Lexical Access to Scene Function Relies on Anchor Object Presence

Poster Presentation 23.305: Saturday, May 18, 2024, 8:30 am – 12:30 pm, Banyan Breezeway
Session: Scene Perception: Miscellaneous

Lea Alexandra Müller Karoza1 (), Sandro Luca Wiesmann1, Melissa Le-Hoa Vo1; 1Goethe University Frankfurt, Scene Grammar Lab, Germany

Effortless engagement with our surroundings relies on the purposeful arrangement of functional elements within a room for efficient use. Central to these functional clusters are so-called anchor objects, predicting the location of local objects (e.g., soap and toothbrushes near the sink-anchor). Additionally, scene categorization relies on scene function, or affordance, more than on objects (Greene et al., 2016). To examine how anchors affect affordance understanding, we primed a lexical decision task (LDT) on action words (i.e., “washing hands”) with scene images lacking related (REL; sink) or unrelated (UNREL; shower) anchors, or random objects (RAND; shelves). Images from other categories (e.g., a kitchen) served as controls.
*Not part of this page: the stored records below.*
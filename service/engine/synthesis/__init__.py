"""Synthesising a circuit: E-series values, textbook cascade formulas and the design search."""
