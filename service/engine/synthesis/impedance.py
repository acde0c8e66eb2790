"""Automatic impedance level: the lowest-noise level whose parts stay within the limits.

The impedance level sets the resistor values of every stage (``r_feedback_ohm`` of a
non-inverting stage, ``r_in_ohm`` of an inverting one, the bias resistors) and so, for the
same corners, the capacitor values. Lower levels mean less resistor thermal noise (4kTR)
and less of the op-amp's current noise turned into voltage (``in`` times the resistance an
input sees); the op-amp's own ``en`` does not change. So noise falls with the level until
``en`` dominates, i.e. below the op-amp's optimum source resistance ``en/in`` (common
practice: keep the resistance each input sees small against both ``en^2 / 4kT`` and
``en/in``). What stops the fall: the op-amp must drive its feedback network and the next
stage (each output's own network at least ``MIN_OUTPUT_LOAD_OHM``, the load an op-amp's
swing figures are commonly specified into; common practice), capacitors grow as the level
falls (at most ``limits.max_capacitor_f``), and resistors must stay within
``limits.min_resistor_ohm..max_resistor_ohm``.

``components.impedance_ohm = "auto"``: levels of ``LEVELS_OHM`` are synthesised (first pass,
without yield centring), their parts checked against those limits, and the output noise
integrated over the target band (:func:`service.engine.judge.noise.rms_over`); a descent
over the ladder from 10 kohm finds the feasible level with the lowest noise (ties: nearer
10 kohm), skipping levels whose decade window leaves the resistor limits. When the descent
ends on a level that breaks a limit, every level is evaluated
and the one that breaks the limits by the least (the sum of ``|ln(value / limit)|``) is
taken; the reason says so.
"""

from __future__ import annotations

import math
from dataclasses import dataclass, replace

from service.engine.judge.noise import rms_over
from service.engine.model.circuit import INVERTING, Circuit, DesignRequest, Limits

AUTO = "auto"
#: Levels tried (an E3-like ladder over the decades where op-amp stages live; 330k added
#: near the usual 1 Mohm ceiling, where a level's resistors reach about three times it).
LEVELS_OHM = (1e3, 2.2e3, 4.7e3, 10e3, 22e3, 47e3, 100e3, 220e3, 330e3, 470e3)
#: Smallest load an op-amp output may see from its own circuit (feedback network and next
#: stage at midband; the external load is the user's): datasheet swing figures are commonly
#: given into 2 kohm to 10 kohm (common practice).
MIN_OUTPUT_LOAD_OHM = 2e3
#: Tie-break: the classic level.
CLASSIC_OHM = 10e3


@dataclass(frozen=True)
class Choice:
    level_ohm: float
    noise_v_rms: float
    violations: tuple
    reason: str


def output_loads_ohm(circuit: Circuit) -> list[float]:
    """Midband load each stage output sees from the circuit's own parts (capacitors short,
    inverting inputs a virtual ground): its feedback network (``Rf + Rg`` non-inverting,
    ``Rf`` inverting) in parallel with the next stage's input resistor."""
    loads = []
    stages = circuit.stages
    for k, st in enumerate(stages):
        if circuit.topology == INVERTING:
            parts = [st.r_feedback_ohm]
        else:
            parts = [st.r_feedback_ohm + st.r_gain_ohm]
        if k + 1 < len(stages):
            nxt = stages[k + 1]
            r_next = nxt.r_in_ohm if circuit.topology == INVERTING else nxt.r_bias_ohm
            if r_next is not None:
                parts.append(r_next)
        loads.append(1.0 / sum(1.0 / r for r in parts))
    return loads


def violations(circuit: Circuit, limits: Limits) -> tuple[tuple[str, ...], float]:
    """The limits a circuit's parts break (empty when it fits), and by how much in all:
    the sum of ``|ln(value / limit)|`` over the broken ones."""
    out = []
    excess = 0.0
    resistors, capacitors = [], []
    for st in circuit.stages:
        resistors += [r for r in (st.r_feedback_ohm, st.r_gain_ohm, st.r_bias_ohm, st.r_in_ohm)
                      if r is not None]
        capacitors += [c for c in (st.c_couple_f, st.c_gain_f, st.c_feedback_f) if c is not None]
    if circuit.c_out_f is not None:
        capacitors.append(circuit.c_out_f)
    if circuit.bias is not None:
        resistors += [circuit.bias.r_top_ohm, circuit.bias.r_bottom_ohm]
        capacitors.append(circuit.bias.c_bypass_f)
    if min(resistors) < limits.min_resistor_ohm:
        out.append(f"a {min(resistors):.3g} ohm resistor is below {limits.min_resistor_ohm:g} ohm")
        excess += math.log(limits.min_resistor_ohm / min(resistors))
    if max(resistors) > limits.max_resistor_ohm:
        out.append(f"a {max(resistors):.3g} ohm resistor is above {limits.max_resistor_ohm:g} ohm")
        excess += math.log(max(resistors) / limits.max_resistor_ohm)
    if capacitors and max(capacitors) > limits.max_capacitor_f:
        out.append(f"a {max(capacitors):.3g} F capacitor is above {limits.max_capacitor_f:g} F")
        excess += math.log(max(capacitors) / limits.max_capacitor_f)
    low = min(output_loads_ohm(circuit))
    if low < MIN_OUTPUT_LOAD_OHM:
        out.append(f"an op-amp output is loaded by {low:.3g} ohm, under "
                   f"{MIN_OUTPUT_LOAD_OHM:g} ohm")
        excess += math.log(MIN_OUTPUT_LOAD_OHM / low)
    return tuple(out), excess


def noise_band_hz(req: DesignRequest) -> tuple[float, float]:
    """The band the levels are compared over: the target's (a DC-coupled chain from four
    decades below f_high)."""
    t = req.target
    low = t.f_low_hz if t.f_low_hz > 0 else t.f_high_hz * 1e-4
    return low, t.f_high_hz


def choose(req: DesignRequest, build) -> Choice:
    """The level for ``req`` (``build(request) -> Synthesis`` makes one first pass)."""
    lo, hi = noise_band_hz(req)
    rows: dict = {}

    def row(i: int):
        if i not in rows:
            level = LEVELS_OHM[i]
            c = build(with_level(req, level)).circuit
            broken, excess = violations(c, req.limits)
            rows[i] = (level, broken, rms_over(c, lo, hi), excess)
        return rows[i]

    def key(r):
        return (round(r[3], 9), round(r[2], 15), abs(math.log(r[0] / CLASSIC_OHM)))

    # Levels whose decade window (the level resistor ranges over level/sqrt(10) ..
    # level*sqrt(10)) leaves the resistor limits are not tried, unless no level is left.
    window = math.sqrt(10.0)
    lim = req.limits
    allowed = [j for j, v in enumerate(LEVELS_OHM)
               if lim.min_resistor_ohm <= v / window and v * window <= lim.max_resistor_ohm]
    first, last = (allowed[0], allowed[-1]) if allowed else (0, len(LEVELS_OHM) - 1)
    # Descent over the ladder from the classic level: each step moves to the neighbour that
    # breaks the limits by less, or keeps them with less noise; it ends where neither
    # neighbour is better (noise against level has one minimum between the resistor-noise
    # side and the limits' side; the tests compare with a sweep of every level).
    i = min(max(LEVELS_OHM.index(CLASSIC_OHM), first), last)
    while True:
        near = [j for j in (i - 1, i + 1) if first <= j <= last]
        if not near:
            break
        j = min(near, key=lambda j: key(row(j)))
        if key(row(j)) >= key(row(i)):
            break
        i = j
    if row(i)[1]:  # nothing feasible on the way: look at every level (rare, and slower)
        i = min(range(first, last + 1), key=lambda j: key(row(j)))
    level, broken, noise, _ = row(i)
    feasible = not broken
    band = f"{lo:.3g}..{hi:.3g} Hz"
    if feasible:
        reason = (f"Impedance level {level:g} ohm: the lowest output noise "
                  f"({noise:.3g} V rms over {band}) of the levels {LEVELS_OHM[first]:g}.."
                  f"{LEVELS_OHM[last]:g} ohm that keep every resistor within "
                  f"{req.limits.min_resistor_ohm:g}..{req.limits.max_resistor_ohm:g} ohm, every "
                  f"capacitor at or below {req.limits.max_capacitor_f:g} F and every op-amp "
                  f"output loaded by at least {MIN_OUTPUT_LOAD_OHM:g} ohm.")
    else:
        reason = (f"Impedance level {level:g} ohm: no level of {LEVELS_OHM[first]:g}.."
                  f"{LEVELS_OHM[last]:g} ohm keeps every part within the limits; this one breaks "
                  f"them least ({'; '.join(broken)}).")
    return Choice(level_ohm=level, noise_v_rms=noise, violations=broken, reason=reason)


def with_level(req: DesignRequest, level_ohm: float) -> DesignRequest:
    return replace(req, components=replace(req.components, impedance_ohm=float(level_ohm)))


def resolve(req: DesignRequest, build) -> tuple[DesignRequest, str | None]:
    """``(request with a numeric impedance level, reason)``; the reason is None when the
    request gave the level itself."""
    if req.components.impedance_ohm != AUTO:
        return req, None
    choice = choose(req, build)
    return with_level(req, choice.level_ohm), choice.reason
In Experiment 1, stimuli comprised real photos with pixel masks hiding objects. Participants were quickest in the RAND condition and slower when an anchor was missing, regardless of its action relevance (REL or UNREL). In Experiment 2, using 3D-rendered scenes with whole objects removed, participants were fastest in the RAND condition. Notably, removing a related anchor impeded lexical decision more than removing unrelated anchors. To ensure that visually sparser rendered scenes were still identifiable when anchors were absent, participants categorized the scenes in a control experiment. Scene type (real versus 3D rendered) and missing object (random versus anchor) impacted categorization, with no interaction, suggesting that reported differences between experiments are not solely due to varying scene categorization, but might rely on realism or the information remaining in scenes (i.e., prevalent objects in rendered scenes versus clutter, context- and texture-cues in photographs of real scenes). Experiment 1 implies scene-level affordance understanding using photos and pixel masks, while Experiment 2 suggests object-specific affordance understanding with sparser 3D-rendered scenes. Conclusively, understanding scene affordances flexibly involves both specific object-level information and broader scene context depending on their diagnosticity for scene affordance assessment and the context provided by the scene.

Acknowledgements: This work was supported by the Deutsche Forschungsgemeinschaft (DFG, German Research Foundation), project number 222641018 SFB/TRR 135 TP C7 granted to MLHV and the Hessisches Ministerium für Wissenschaft und Kunst (HMWK; project ‘The Adaptive Mind’).